PROBLEM DESCRIPTION
From the line containing "their role. */" to the last line of the records, reproduce every line exactly and print nothing else.

Dataset entries
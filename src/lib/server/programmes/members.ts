/** Who is in a programme, and as what. */
import { and, asc, eq, sql } from 'drizzle-orm';
import { db } from '../db';
import { membership, programme, user } from '../db/schema';
import type { Role } from '../auth/permissions';

/** The person's role in the programme; null when they are not in it. */
export async function roleIn(userId: string, programmeId: string): Promise<Role | null> {
	const [row] = await db
		.select({ role: membership.role })
		.from(membership)
		.where(and(eq(membership.userId, userId), eq(membership.programmeId, programmeId)));
	return row?.role ?? null;
}

/** Everybody in the programme, leads first, then by name. */
export function membersOf(programmeId: string) {
	return db
		.select({
			userId: user.id,
			name: user.name,
			email: user.email,
			role: membership.role,
			field: membership.field,
			lastHereAt: membership.lastHereAt
		})
		.from(membership)
		.innerJoin(user, eq(user.id, membership.userId))
		.where(eq(membership.programmeId, programmeId))
		.orderBy(asc(membership.role), asc(user.name));
}

/** The programmes that a person is in, with their role. */
export function programmesOf(userId: string) {
	return db
		.select({ programme, role: membership.role, lastHereAt: membership.lastHereAt })
		.from(membership)
		.innerJoin(programme, eq(programme.id, membership.programmeId))
		.where(eq(membership.userId, userId))
		.orderBy(asc(programme.code));
}

/** Notes that somebody is in the programme now, to a minute. */
export async function recordHere(userId: string, programmeId: string): Promise<void> {
	await db
		.update(membership)
		.set({ lastHereAt: sql`now()` })
		.where(
			and(
				eq(membership.userId, userId),
				eq(membership.programmeId, programmeId),
				sql`coalesce(${membership.lastHereAt} < now() - interval '1 minute', true)`
			)
		);
}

WRITTEN SOLUTION
/** The programmes that a person is in, with their role. */
export function programmesOf(userId: string) {
	return db
		.select({ programme, role: membership.role, lastHereAt: membership.lastHereAt })
		.from(membership)
		.innerJoin(programme, eq(programme.id, membership.programmeId))
		.where(eq(membership.userId, userId))
		.orderBy(asc(programme.code));
}

/** Notes that somebody is in the programme now, to a minute. */
export async function recordHere(userId: string, programmeId: string): Promise<void> {
	await db
		.update(membership)
		.set({ lastHereAt: sql`now()` })
		.where(
			and(
				eq(membership.userId, userId),
				eq(membership.programmeId, programmeId),
				sql`coalesce(${membership.lastHereAt} < now() - interval '1 minute', true)`
			)
		);
}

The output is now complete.